Nobody's Fool (North Bath Trilogy #1)

Current price: $18.00
Publication Date: April 12th, 1994
Publisher:
Vintage
ISBN:
9780679753339
Pages:
560
Usually Ships in 1 to 5 Days

Description

From the Pulitzer Prize–winning author of Empire Falls, this slyly funny, moving novel about a blue-collar town in upstate New York—and about Sully, one of its unluckiest citizens, who has been doing the wrong thing triumphantly for fifty years—is a classic American story.

"Remarkable.... A revelation of the human heart." —The Washington Post

Divorced from his own wife and carrying on halfheartedly with another man's, saddled with a bum knee and friends who make enemies redundant, Sully now has one new problem to cope with: a long-estranged son who is in imminent danger of following in his father's footsteps. With its uproarious humor and a heart that embraces humanity's follies as well as its triumphs, Nobody's Fool, from Pulitzer Prize-winning author, Richard Russo, is storytelling at its most generous. Nobody’s Fool was made into a movie starring Paul Newman, Bruce Willis, Jessica Tandy, and Melody Griffith.
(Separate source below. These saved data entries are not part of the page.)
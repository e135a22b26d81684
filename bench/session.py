"""A session: one sequence on one bench, with everything loaded once and passed down.

The sequence and bench files, the instrument profiles, the plan and (on the simulated bench)
the running simulator, plus the limit lines the run compares with, loaded on first use and kept.
Built by the use cases (:mod:`bench.app`) before anything is written or moved.
"""

from __future__ import annotations

from pathlib import Path

from bench.instruments import capabilities, profiles_for
from bench.planner import make_plan
from bench.preflight import Checks, preflight, resolve_limit
from bench.provenance import builtin_digest, digest
from bench.steps import kind_of

__all__ = ["Session", "build_plan"]


def build_plan(sequence, bench, profiles: dict, *, sequence_dir: Path | None = None):
    """Check a sequence against a bench and expand it into actions (no I/O).

    Besides the planner's own checks (stage travel, mast and turntable limits, probes), every
    problem that would otherwise stop a run half-way is caught here, before anything moves:
    sweep settings the analyzer cannot do, limit lines that cannot be loaded, transducer tables
    that do not cover a sweep, an ambient capture with no way to switch the board off.
    """
    plan = make_plan(sequence, capabilities(bench, profiles))
    preflight(Checks(plan, sequence, bench, profiles, sequence_dir))
    return plan


class Session:
    """A loaded sequence and bench, their profiles, a plan and (with ``--sim``) the simulator.

    Parameters
    ----------
    sequence : bench.sequence.Sequence
    sequence_path : Path
    bench : bench.benchfile.Bench
    bench_path : Path
    sim : bench.simbench.SimulatedBench or None
    profiles : dict, optional
        Profiles by role; loaded from the bench file when not given.
    sim_settings : dict, optional
        On the simulated bench: ``board`` (path, or ``"demo"``), ``seed``, ``realtime``.
    """

    def __init__(self, sequence, sequence_path: Path, bench, bench_path: Path, sim=None,
                 profiles: dict | None = None, sim_settings: dict | None = None) -> None:
        self.sequence = sequence
        self.sequence_path = Path(sequence_path)
        self.bench = bench
        self.bench_path = Path(bench_path)
        self.sim = sim
        self.profiles = profiles if profiles is not None else profiles_for(bench)
        self.sim_settings = sim_settings
        self.accepted_changes: list[str] = []
        self.resumed = 0
        self.plan = None
        self._limits: dict[str, object] = {}

    @property
    def sequence_dir(self) -> Path:
        """Folder of the sequence file (limit files are found relative to it)."""
        return self.sequence_path.parent

    def make_plan(self):
        """Plan the sequence on the bench and run the pre-run checks; keeps and returns the plan."""
        self.plan = build_plan(self.sequence, self.bench, self.profiles, sequence_dir=self.sequence_dir)
        return self.plan

    def limit(self, name: str):
        """The limit set ``name`` (built-in, or a file relative to the sequence), loaded once."""
        from bench.analysis.limits import load_limit

        resolved = resolve_limit(name, self.sequence_dir)
        if resolved not in self._limits:
            self._limits[resolved] = load_limit(resolved)
        return self._limits[resolved]

    def used_files(self) -> dict[str, str]:
        """SHA-256 of every file the session reads, by path (or ``builtin:<name>``).

        The sequence and bench files, the limit files, the transducer tables, the instrument
        profiles and, on the simulated bench, the board file.
        """
        files = {str(self.sequence_path.resolve()): digest(self.sequence_path),
                 str(self.bench_path.resolve()): digest(self.bench_path)}
        for step in self.sequence.steps:
            kind = kind_of(step)
            for _, path in kind.chain(self.bench, step)[0]:
                files[str(Path(path).resolve())] = digest(path)
            limit = kind.limit_name(self.sequence, step)
            if limit is not None:
                files.update(_limit_file(resolve_limit(limit, self.sequence_dir)))
        for profile in self.profiles.values():
            files.update(_profile_file(profile))
        board = (self.sim_settings or {}).get("board")
        if board and board != "demo":
            files[str(Path(board).resolve())] = digest(board)
        return files


def _limit_file(resolved: str) -> dict[str, str]:
    if resolved.endswith(".toml") or "/" in resolved or "\\" in resolved:
        return {resolved: digest(resolved)}
    return {f"builtin:limits/{resolved}": builtin_digest("bench", "data", "limits", f"{resolved}.toml")}


def _profile_file(profile) -> dict[str, str]:
    origin = str(getattr(profile, "origin", None) or getattr(profile, "name", ""))
    if not origin:
        return {}
    if origin.startswith("builtin:"):
        name = origin.split(":", 1)[1]
        return {f"builtin:profiles/{name}": builtin_digest("bench.drivers", "profiles", f"{name}.toml")}
    return {str(Path(origin).resolve()): digest(origin)}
Look for Everybody’s Fool, available now, and Somebody’s Fool, coming soon.

About the Author

RICHARD RUSSO is the author of nine novels, most recently Chances Are..., Everybody’s Fool and That Old Cape Magic; two collections of stories; and the memoir Elsewhere. In 2002 he received the Pulitzer Prize for Empire Falls, which, like Nobody’s Fool, was adapted into a multiple-award-winning miniseries; in 2017, he received France’s Grand Prix de Littérature Américaine. He lives in Port­land, Maine.

Praise for Nobody's Fool (North Bath Trilogy #1)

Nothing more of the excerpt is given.